Dataset entries:

□ □ □ □

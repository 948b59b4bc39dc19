"""Tables of ranked groups: what they are when they are formed, and where their members go."""

from __future__ import annotations

from functools import partial

from lineproof.addresses import NEW, OUT
from lineproof.paper import layout, notes
from lineproof.paper.context import Context
from lineproof.paper.specification import EMPTY, Cell, Column, Panel, Row, Table, cell
from lineproof.paper.symbols import Phrase, said

_MEMBERS = "Members"
_GROUPS = (
    # term, heading, spanner, alone over a grid, format
    ("n_members", "Mean", _MEMBERS, "Members", "average"),
    ("min_members", "Fewest", _MEMBERS, "Fewest members", "count"),
    ("max_members", "Most", _MEMBERS, "Most members", "count"),
    ("mean_size", "Mean size", "", "Mean size", "average"),
    ("ante_beta", "Prior {beta}", "", "Prior {beta}", "number"),
    ("beta", "{beta}", "", "{beta}", "number"),
    ("turnover", "Turnover", "", "Turnover", "share"),
    ("exit_share", "Leave", "", "Leave", "share"),
)


def groups_at_formation(context: Context, sort: str) -> Table:
    """Number and size of members, betas before and after, turnover and leavers: means over all formations."""
    assets = context.group_assets(sort)
    quantities = [
        layout.Quantity(
            term,
            said(heading),
            said(spanner),
            said(name),
            partial(_cell, context, sort, term, form),
        )
        for term, heading, spanner, name, form in _GROUPS
        if any(_number_there(context, sort, asset, term) for asset in assets)
    ]
    return Table(
        name="groups_at_formation",
        title=said("Groups at formation: {title}", title=context.title(sort)),
        panels=layout.panels(context, sort, quantities, assets, []),
        notes=_notes(context, sort, [quantity.key for quantity in quantities]),
    )


def _keys(context: Context, sort: str, asset: str, term: str) -> tuple[str, ...]:
    if term != "beta":
        return (sort, "-", "formations", "-", asset, term, "-")
    errors = context.facts["paper"]["alpha_errors"]
    return (sort, context.main_period.name, "time_series", "market", asset, term, errors)


def _number_there(context: Context, sort: str, asset: str, term: str) -> bool:
    """Whether there is such a number: where no member of any group has a size, its column is left out."""
    keys = _keys(context, sort, asset, term)
    optional = term in ("mean_size", "ante_beta")
    return context.book.has(*keys) and (context.book.at(*keys).defined or not optional)


def _cell(context: Context, sort: str, term: str, form: str, asset: str) -> Cell:
    """Empty for a difference of groups, which has a beta and is nothing that is formed."""
    keys = _keys(context, sort, asset, term)
    there = context.group(sort, asset) and context.book.has(*keys)
    return cell(context.book.at(*keys), form) if there else EMPTY


def _notes(context: Context, sort: str, shown: list[str]) -> tuple[Phrase, ...]:
    found = [
        _formations(context, sort),
        notes.formation(context, sort),
        *notes.low_and_high(context, sort),
    ]
    if "mean_size" in shown:
        found.append(said("Mean size: of the members with a size."))
    if "ante_beta" in shown:
        found.append(notes.prior_betas(context, sort))
    if "beta" in shown:
        found.append(said("{beta}: of the returns in {period}.", period=context.main_period.title))
    found.append(
        said(
            "Turnover: half the sum of the absolute changes of weights at a formation, in per cent. "
            "Leave: per cent of the members whose returns end before the hold does."
        )
    )
    return tuple(found)


def _formations(context: Context, sort: str) -> Phrase:
    number = context.book.at(sort, "-", "formations", "-", "all", "n_formations", "-")
    return said("Means over {n} formations.", n=cell(number, "count"))


def group_moves(context: Context, sort: str) -> Table:
    """The shares of each group's members by their group at the next formation."""
    panels = _kept(context, sort) if len(context.groups(sort)) == 2 else _matrix(context, sort)
    return Table(
        name="group_moves",
        title=said("Where members go by the next formation: {title}", title=context.title(sort)),
        panels=panels,
        notes=(
            said("Per cent of the members of a group, mean over formations."),
            *_outside(context, sort),
            notes.formation(context, sort),
            *notes.low_and_high(context, sort),
        ),
    )


def _outside(context: Context, sort: str) -> list[Phrase]:
    out = said("Out: in no group at the next formation.")
    if len(context.groups(sort)) == 2:
        return [said("A row and a column are a group before; same: at the next formation."), out]
    new = "New: in no group at the formation before; per cent of those by the group they come to."
    return [out, said(new)]


def _matrix(context: Context, sort: str) -> tuple[Panel, ...]:
    """Groups before down and after across, in as many panels as a page asks for."""
    groups = context.group_assets(sort)
    before = [(asset, Phrase([context.label(sort, asset)])) for asset in groups]
    after = [(asset, context.label(sort, asset)) for asset in groups] + [(OUT, "Out")]
    count = -(-len(after) // layout.MOST_SIDE_BY_SIDE)
    most = -(-len(after) // count)
    blocks = [after[start : start + most] for start in range(0, len(after), most)]
    return tuple(
        Panel(
            f"{block[0][0]}-{block[-1][0]}",
            _to(place, block) if count > 1 else Phrase(),
            (said("Group before"),),
            tuple(
                Column(name, Phrase([label]), said("Group after") if name != OUT else Phrase())
                for name, label in block
            ),
            tuple(
                Row(
                    name,
                    (label,),
                    tuple(_share(context, sort, name, to) for to, _ in block),
                    gap=name == NEW,
                )
                for name, label in [*before, (NEW, said("New"))]
            ),
        )
        for place, block in enumerate(blocks)
    )


def _to(place: int, block: list[tuple[str, str]]) -> Phrase:
    ends = dict.fromkeys((block[0][1], block[-1][1]))
    return layout.lettered(place, said("to {ends}", ends=" to ".join(ends)))


def _share(context: Context, sort: str, before: str, after: str) -> Cell:
    keys = (sort, "-", "transitions", "-", before, after, "-")
    return cell(context.book.at(*keys), "share") if context.book.has(*keys) else EMPTY


def _kept(context: Context, sort: str) -> tuple[Panel, ...]:
    """Of groups by two variables, which part stays in its group, in that of either variable, and leaves."""
    outer, inner = context.variables(sort)
    terms = (
        ("same", "Same group"),
        ("same_first", f"Same {outer} group"),
        ("same_second", f"Same {inner} group"),
        (OUT, "Out"),
    )

    def share(term: str, asset: str) -> Cell:
        return _share(context, sort, asset, asset if term == "same" else term)

    quantities = [
        layout.Quantity(term, Phrase([name]), Phrase(), Phrase([name]), partial(share, term))
        for term, name in terms
    ]
    return layout.panels(context, sort, quantities, context.group_assets(sort), [])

□ □ □ □

Work instructions: When a line in the data holds the word "lineproof", show that line.

Result:
from lineproof.addresses import NEW, OUT
from lineproof.paper import layout, notes
from lineproof.paper.context import Context
from lineproof.paper.specification import EMPTY, Cell, Column, Panel, Row, Table, cell
from lineproof.paper.symbols import Phrase, said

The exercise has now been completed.